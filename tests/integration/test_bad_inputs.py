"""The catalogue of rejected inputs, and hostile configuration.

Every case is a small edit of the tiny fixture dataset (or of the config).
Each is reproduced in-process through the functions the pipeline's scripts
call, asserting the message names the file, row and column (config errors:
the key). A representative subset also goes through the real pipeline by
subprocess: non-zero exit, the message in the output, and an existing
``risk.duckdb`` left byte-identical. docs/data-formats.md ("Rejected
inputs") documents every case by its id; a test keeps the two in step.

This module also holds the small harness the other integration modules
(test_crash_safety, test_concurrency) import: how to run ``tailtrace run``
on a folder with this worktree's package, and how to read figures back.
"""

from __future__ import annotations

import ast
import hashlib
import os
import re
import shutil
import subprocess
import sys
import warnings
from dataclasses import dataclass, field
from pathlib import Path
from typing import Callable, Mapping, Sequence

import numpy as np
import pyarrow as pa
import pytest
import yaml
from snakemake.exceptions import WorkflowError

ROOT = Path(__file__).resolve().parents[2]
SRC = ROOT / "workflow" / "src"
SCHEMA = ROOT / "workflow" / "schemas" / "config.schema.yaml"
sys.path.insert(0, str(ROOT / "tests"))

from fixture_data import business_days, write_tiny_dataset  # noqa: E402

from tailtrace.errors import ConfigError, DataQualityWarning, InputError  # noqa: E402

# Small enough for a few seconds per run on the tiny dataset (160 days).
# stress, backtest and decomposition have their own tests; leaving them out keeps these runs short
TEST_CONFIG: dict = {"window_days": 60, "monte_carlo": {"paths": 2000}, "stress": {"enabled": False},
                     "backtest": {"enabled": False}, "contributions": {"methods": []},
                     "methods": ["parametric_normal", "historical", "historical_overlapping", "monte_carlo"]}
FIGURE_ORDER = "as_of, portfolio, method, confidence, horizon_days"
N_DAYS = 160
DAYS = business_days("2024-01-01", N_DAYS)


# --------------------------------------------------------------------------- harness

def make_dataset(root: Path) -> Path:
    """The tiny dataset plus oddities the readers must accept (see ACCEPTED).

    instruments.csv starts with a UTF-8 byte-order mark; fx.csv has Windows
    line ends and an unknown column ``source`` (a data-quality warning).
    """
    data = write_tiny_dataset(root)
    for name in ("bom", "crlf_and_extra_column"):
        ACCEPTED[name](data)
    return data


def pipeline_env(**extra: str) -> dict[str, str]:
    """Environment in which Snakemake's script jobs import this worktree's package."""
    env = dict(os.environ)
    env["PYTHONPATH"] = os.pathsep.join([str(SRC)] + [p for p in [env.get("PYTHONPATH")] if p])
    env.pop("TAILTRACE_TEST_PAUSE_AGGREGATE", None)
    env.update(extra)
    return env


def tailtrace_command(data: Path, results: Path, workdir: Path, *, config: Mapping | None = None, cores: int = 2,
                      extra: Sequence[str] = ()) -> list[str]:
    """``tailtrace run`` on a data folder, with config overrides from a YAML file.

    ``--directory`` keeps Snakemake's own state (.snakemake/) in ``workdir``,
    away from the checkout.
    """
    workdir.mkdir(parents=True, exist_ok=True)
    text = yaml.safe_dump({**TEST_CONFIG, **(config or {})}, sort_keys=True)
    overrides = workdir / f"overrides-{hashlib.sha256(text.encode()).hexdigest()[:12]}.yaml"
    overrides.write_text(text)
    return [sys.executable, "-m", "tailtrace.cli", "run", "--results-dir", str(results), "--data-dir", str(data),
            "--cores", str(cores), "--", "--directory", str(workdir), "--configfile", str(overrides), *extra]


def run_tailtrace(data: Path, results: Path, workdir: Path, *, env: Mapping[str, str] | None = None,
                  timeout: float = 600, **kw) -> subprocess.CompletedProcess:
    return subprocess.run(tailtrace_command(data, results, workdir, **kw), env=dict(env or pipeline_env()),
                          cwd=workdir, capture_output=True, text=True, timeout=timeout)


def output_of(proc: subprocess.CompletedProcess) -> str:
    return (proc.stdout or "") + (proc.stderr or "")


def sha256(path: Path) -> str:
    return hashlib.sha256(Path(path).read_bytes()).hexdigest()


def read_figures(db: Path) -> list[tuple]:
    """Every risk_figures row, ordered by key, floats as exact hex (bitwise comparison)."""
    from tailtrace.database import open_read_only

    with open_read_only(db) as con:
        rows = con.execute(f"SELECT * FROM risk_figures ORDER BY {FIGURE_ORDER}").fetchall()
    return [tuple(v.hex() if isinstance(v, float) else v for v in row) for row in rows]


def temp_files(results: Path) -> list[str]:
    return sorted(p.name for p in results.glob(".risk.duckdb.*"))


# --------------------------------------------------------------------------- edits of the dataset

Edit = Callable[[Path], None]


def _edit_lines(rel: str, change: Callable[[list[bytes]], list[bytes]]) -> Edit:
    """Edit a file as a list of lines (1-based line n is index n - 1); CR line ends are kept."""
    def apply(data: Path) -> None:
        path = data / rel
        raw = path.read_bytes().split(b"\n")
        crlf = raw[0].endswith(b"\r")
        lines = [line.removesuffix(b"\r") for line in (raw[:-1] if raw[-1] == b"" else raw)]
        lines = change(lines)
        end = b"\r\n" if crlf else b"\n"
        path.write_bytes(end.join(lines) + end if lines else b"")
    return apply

EXERCISE DIRECTIONS. Starting from the top of the records and ending at the line that contains "call, asserting the", repeat each line exactly and return only those lines.

ANSWER TO THIS TASK.
filename tests/integration/test_bad_inputs.py
"""The catalogue of rejected inputs, and hostile configuration.

Every case is a small edit of the tiny fixture dataset (or of the config).
Each is reproduced in-process through the functions the pipeline's scripts
call, asserting the message names the file, row and column (config errors:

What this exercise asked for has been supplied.